Along with a significant reduction of vertical COM accelerations, metachronal coordination patterns imply more evenly distributed ground forces, reduce required force peaks and can increase energy efficiency if elastic mechanisms are not applicable (cp. [23]). They also prevent lateral bracing between front and middle legs and the risk of outward slipping, which could cause severe disturbance. Accordingly, such patterns seem to be particularly advantageous on slippery substrates.
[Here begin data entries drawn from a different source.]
package order

import (
	"cmp"
	"context"
	"fmt"
	"math/bits"
	"slices"
	"sort"
	"sync"

	"pairloom/sparse/block"
	"pairloom/sparse/chain"
	"pairloom/sparse/source"
)

// degreeTable holds the simplices of one degree, flat.
type degreeTable struct {
	k      int
	verts  []uint32  // k+1 vertices a simplex, ascending; dense numbers after densify
	values []float64 // one a simplex; nil where every value is 0 or comes from centres
	lines  []uint32  // 1-based input line of each simplex, 0 for added ones; nil: not known

	longest []uint32 // flag complexes: rank of the longest edge
}

func (d *degreeTable) len() int { return len(d.verts) / (d.k + 1) }

func (d *degreeTable) simplex(i int) []uint32 { return d.verts[i*(d.k+1) : (i+1)*(d.k+1)] }

func (d *degreeTable) line(i int) int {
	if d.lines == nil {
		return 0
	}
	return int(d.lines[i])
}

func (d *degreeTable) value(i int) float64 {
	if d.values == nil {
		return 0
	}
	return d.values[i]
}

// simplicial turns tables of simplices into a filtered complex: each degree sorted
// lexicographically, then stably by value (or centre); facets are found by binary
// search among the simplices with the same first vertex, while cofaces are walked
// in lexicographic order, which keeps the searches in cache.
//
// Time: O(entries · log of a vertex's simplices). Memory beside the tables: 32 bytes
// a simplex of the degree in work, 4 bytes a simplex.
type simplicial struct {
	path    string
	tables  []*degreeTable
	labels  []uint32 // dense number → vertex as given, ascending
	centre  []uint32 // dense number → rank of the vertex by (value, vertex); lower stars only
	flag    *flag    // flag complexes only: order by longest edge
	rankOf  [][]uint32
	start   [][]uint32 // per degree: first simplex with each first vertex
	complex *chain.Complex
}

// labelsOf lists the vertices in use, ascending.
func labelsOf(tables []*degreeTable) []uint32 {
	top := uint32(0)
	total := 0
	for _, d := range tables {
		total += len(d.verts)
		for _, v := range d.verts {
			top = max(top, v)
		}
	}
	if uint64(top) < 64+32*uint64(total) { // a bit a number costs less than sorting
		seen := make([]uint64, top/64+1)
		for _, d := range tables {
			for _, v := range d.verts {
				seen[v/64] |= 1 << (v % 64)
			}
		}
		var out []uint32
		for i, w := range seen {
			for ; w != 0; w &= w - 1 {
				out = append(out, uint32(i*64+bits.TrailingZeros64(w)))
			}
		}
		return out
	}
	var all []uint32
	for _, d := range tables {
		all = append(all, d.verts...)
	}
	slices.Sort(all)
	return slices.Clip(slices.Compact(all))
}

// densify replaces vertices by their numbers among labels.
func densify(tables []*degreeTable, labels []uint32) {
	n := len(labels)
	if n == 0 || labels[n-1] == uint32(n-1) {
		return
	}
	if top := labels[n-1]; uint64(top) < 64+8*uint64(n) {
		to := make([]uint32, top+1)
		for i, v := range labels {
			to[v] = uint32(i)
		}
		for _, d := range tables {
			for i, v := range d.verts {
				d.verts[i] = to[v]
			}
		}
		return
	}
	for _, d := range tables {
		for i, v := range d.verts {
			at, _ := slices.BinarySearch(labels, v)
			d.verts[i] = uint32(at)
		}
	}
}

// sortTable puts a table in lexicographic order.
func sortTable(d *degreeTable, vertices int) {
	n, w := d.len(), d.k+1
	items := make([]Item, n)
	for i := range items {
		items[i].Index = uint32(i)
	}
	width := max(bits.Len(uint(max(vertices-1, 0))), 1)
	for hi := w; hi > 0; {
		lo := max(hi-64/width, 0)
		for i := range items {
			key, s := uint64(0), d.simplex(int(items[i].Index))
			for _, v := range s[lo:hi] {
				key = key<<width | uint64(v)
			}
			items[i].Key = key
		}
		items = Sort(items)
		hi = lo
	}
	d.permute(items)
}

// permute reorders a table; items that stand in order already cost nothing.
func (d *degreeTable) permute(items []Item) {
	same := true
	for i, it := range items {
		same = same && int(it.Index) == i
	}
	if same {
		return
	}
	verts := make([]uint32, 0, len(d.verts))
	for _, it := range items {
		verts = append(verts, d.simplex(int(it.Index))...)
	}
	d.verts = verts
	d.values = permuted(d.values, items)
	d.lines = permuted(d.lines, items)
}

func permuted[T any](from []T, items []Item) []T {
	if from == nil {
		return nil
	}
	to := make([]T, len(items))
	for i, it := range items {
		to[i] = from[it.Index]
	}
	return to
}

// firsts returns, for each vertex, the first simplex that begins with it.
func (d *degreeTable) firsts(vertices int) []uint32 {
	start := make([]uint32, vertices+1)
	for i := 0; i < len(d.verts); i += d.k + 1 {
		start[d.verts[i]+1]++
	}
	for v := range vertices {
		start[v+1] += start[v]
	}
	return start
}

// find returns the index of simplex s in a sorted table.
func (d *degreeTable) find(s, start []uint32) (int, bool) {
	lo, hi := int(start[s[0]]), int(start[s[0]+1])
	w := d.k + 1
	end := hi
	for lo < hi {
		mid := int(uint(lo+hi) >> 1)
		if slices.Compare(d.verts[mid*w+1:mid*w+w], s[1:]) < 0 {
			lo = mid + 1
		} else {
			hi = mid
		}
	}
	return lo, lo < end && slices.Equal(d.verts[lo*w+1:lo*w+w], s[1:])
}

// parallel runs f for 0..n−1 on at most threads goroutines and returns the error of
// the smallest index that has one.
func parallel(n, threads int, f func(i int) error) error {
	errs := make([]error, n)
	var wg sync.WaitGroup
	gate := make(chan struct{}, max(threads, 1))
	for i := range n {
		gate <- struct{}{}
		wg.Go(func() {
			defer func() { <-gate }()
			errs[i] = f(i)
		})
	}
	wg.Wait()
	for _, err := range errs {
		if err != nil {
			return err
		}
	}
	return nil
}

// build sorts, ranks and publishes everything into dir.
func (s *simplicial) build(ctx context.Context, dir string, threads int, p source.Progress) error {
	p.Stage("order")
	n := len(s.tables)
	s.rankOf, s.start = make([][]uint32, n), make([][]uint32, n)
	c := s.complex
	c.Cells = make([]uint32, n)
	c.RowsAtMost2, c.ColsAtMost2 = make([]bool, n), make([]bool, n)
	var published sync.Mutex
	total, done := uint64(0), uint64(0)
	for _, d := range s.tables {
		total += uint64(d.len())
	}
	advance := func(d *degreeTable) {
		published.Lock()
		defer published.Unlock()
		done += uint64(d.len())
		p.Advance(done, total)
	}
	err := parallel(n, threads, func(k int) error {
		if ctx.Err() != nil {
			return context.Cause(ctx)
		}
		d := s.tables[k]
		c.Cells[k] = uint32(d.len())
		s.start[k] = d.firsts(len(s.labels))
		defer advance(d)
		return s.rank(dir, d)
	})
	if err != nil {
		return err
	}
	if s.centre != nil {
		if err := s.writeCentres(dir); err != nil {
			return err
		}
	}
	p.Stage("block")
	done = 0
	err = parallel(n-1, threads, func(i int) error {
		defer advance(s.tables[i+1])
		return s.block(ctx, dir, i+1)
	})
	if err != nil {
		return err
	}
	return c.Write(dir)
}

// rank orders one degree by value or centre and writes its cell table.
func (s *simplicial) rank(dir string, d *degreeTable) error {
	n := d.len()
	items := s.sorted(d)
	rankOf := make([]uint32, n)
	for r, it := range items {
		rankOf[it.Index] = uint32(r)
	}
	s.rankOf[d.k] = rankOf
	cells, err := s.createCells(dir, d)
	if err != nil {
		return err
	}
	defer cells.Discard()
	for r, it := range items {
		if s.centre != nil {
			cells.Centre[r] = uint32(it.Key)
			continue
		}
		cells.Values[r] = d.value(int(it.Index))
		for q, v := range d.simplex(int(it.Index)) {
			cells.Vertices[r*(d.k+1)+q] = s.labels[v]
		}
	}
	return published(cells.Publish(false), cells.Close)
}

// sorted returns the simplices of a degree in their order.
func (s *simplicial) sorted(d *degreeTable) []Item {
	items := make([]Item, d.len())
	for i := range items {
		items[i].Index = uint32(i)
		switch {
		case s.centre != nil:
			items[i].Key = uint64(s.centreOf(d.simplex(i)))
		case s.flag == nil:
			items[i].Key = source.SortKey(d.value(i))
		}
	}
	if s.flag != nil {
		return s.flag.sorted(d, items)
	}
	return Sort(items)
}

func (s *simplicial) createCells(dir string, d *degreeTable) (*chain.Cells, error) {
	if s.centre != nil {
		return chain.CreateStar(chain.CellsPath(dir, d.k), uint32(d.len()))
	}
	return chain.CreateSimplices(chain.CellsPath(dir, d.k), uint32(d.len()), d.k)
}

// published closes what was published.
func published(err error, closing func() error) error {
	if err != nil {
		return err
	}
	return closing()
}

// centreOf is the rank of a simplex's latest vertex.
func (s *simplicial) centreOf(simplex []uint32) uint32 {
	r := uint32(0)
	for _, v := range simplex {
		r = max(r, s.centre[v])
	}
	return r
}

func (s *simplicial) writeCentres(dir string) error {
	out, err := chain.CreateCentres(chain.CentresPath(dir), uint32(len(s.labels)))
	if err != nil {
		return err
	}
	defer out.Discard()
	for v, r := range s.centre {
		out.Index[r] = s.labels[v]
		out.Values[r] = s.tables[0].values[v]
	}
	return published(out.Publish(false), out.Close)
}

// block writes ∂_k.
func (s *simplicial) block(ctx context.Context, dir string, k int) error {
	high, low := s.tables[k], s.tables[k-1]
	m, err := block.Create(chain.BlockPath(dir, k), uint32(low.len()), uint32(high.len()), uint32(k+1), 0)
	if err != nil {
		return err
	}
	defer m.Discard()
	count := make([]uint8, low.len())
	thin := true
	face := make([]uint32, k)
	for j := range high.len() {
		if j%(1<<14) == 0 && ctx.Err() != nil {
			return context.Cause(ctx)
		}
		simplex := high.simplex(j)
		at := int(s.rankOf[k][j]) * (k + 1)
		column := m.Entries[at : at+k+1]
		for q := range simplex {
			copy(face, simplex[:q])
			copy(face[q:], simplex[q+1:])
			i, ok := low.find(face, s.start[k-1])
			if !ok {
				return s.missing(face, high, j)
			}
			if s.centre == nil && low.value(i) > high.value(j) {
				return s.above(low, i, high, j)
			}
			column[q] = s.rankOf[k-1][i]
			if thin {
				count[i]++
				thin = count[i] <= 2
			}
		}
		sortSmall(column)
	}
	s.complex.RowsAtMost2[k], s.complex.ColsAtMost2[k] = thin, k == 1
	return published(m.Publish(false), m.Close)
}

// sortSmall sorts a handful of ranks by insertion.
func sortSmall(c []uint32) {
	for i := 1; i < len(c); i++ {
		for j := i; j > 0 && c[j-1] > c[j]; j-- {
			c[j-1], c[j] = c[j], c[j-1]
		}
	}
}

func (s *simplicial) name(simplex []uint32) string {
	out := make([]uint32, len(simplex))
	for i, v := range simplex {
		out[i] = s.labels[v]
	}
	return fmt.Sprint(out)
}

func (s *simplicial) missing(face []uint32, high *degreeTable, j int) error {
	return source.Broken(s.path, high.line(j), "simplex %s has the face %s, which is not in the file; add it, or let --close add missing faces", s.name(high.simplex(j)), s.name(face))
}

func (s *simplicial) above(low *degreeTable, i int, high *degreeTable, j int) error {
	return source.Broken(s.path, high.line(j), "simplex %s enters at %v, before its face %s of line %d at %v; a face must not be later than its coface",
		s.name(high.simplex(j)), high.value(j), s.name(low.simplex(i)), low.line(i), low.value(i))
}

// duplicate looks for equal neighbours in a sorted table.
func (s *simplicial) duplicate(d *degreeTable) error {
	for i := 1; i < d.len(); i++ {
		if slices.Equal(d.simplex(i-1), d.simplex(i)) {
			lines := []int{d.line(i - 1), d.line(i)}
			sort.Ints(lines)
			return source.Broken(s.path, lines[1], "simplex %s stands in line %d already; each simplex is given once", s.name(d.simplex(i)), lines[0])
		}
	}
	return nil
}

// facetsOf appends the facets of all simplices of d to a table of degree d.k−1, with
// the values of their cofaces.
func (d *degreeTable) facetsOf(to *degreeTable) {
	for i := range d.len() {
		s := d.simplex(i)
		for q := range s {
			to.verts = append(append(to.verts, s[:q]...), s[q+1:]...)
			if d.values != nil {
				to.values = append(to.values, d.values[i])
			}
			if to.lines != nil {
				to.lines = append(to.lines, 0)
			}
		}
	}
}

// merge drops repeated simplices of a sorted table: one that was given (it has a
// line) keeps its value, an added one gets the least. It returns how many it dropped.
func (d *degreeTable) merge() (dropped uint64) {
	w, out := d.k+1, 0
	for i := range d.len() {
		if out > 0 && slices.Equal(d.simplex(out-1), d.simplex(i)) {
			d.mergeInto(out-1, i)
			dropped++
			continue
		}
		copy(d.verts[out*w:], d.simplex(i))
		if d.values != nil {
			d.values[out] = d.values[i]
		}
		if d.lines != nil {
			d.lines[out] = d.lines[i]
		}
		out++
	}
	d.verts = d.verts[:out*w]
	if d.values != nil {
		d.values = d.values[:out]
	}
	if d.lines != nil {
		d.lines = d.lines[:out]
	}
	return dropped
}

func (d *degreeTable) mergeInto(to, from int) {
	given := func(i int) int { return cmp.Compare(d.line(i), 0) }
	switch {
	case given(from) > given(to):
		d.values[to], d.lines[to] = d.values[from], d.lines[from]
	case given(from) == given(to) && d.values != nil:
		d.values[to] = min(d.values[to], d.values[from])
	}
}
Additionally, metachronal leg coordination increases the temporal overlap of the consecutive sets of legs. Therefore permanent ground contact of at least some legs is permitted, although stride lengths increase and duty factors decrease significantly (Figs. 4, 5, and 6). A permanent connection between substrate and some walking legs prevents interruption of proprioceptive information about the animal’s position with respect to the ground and may increase controllability of basically interference-prone locomotion (cp. [71]).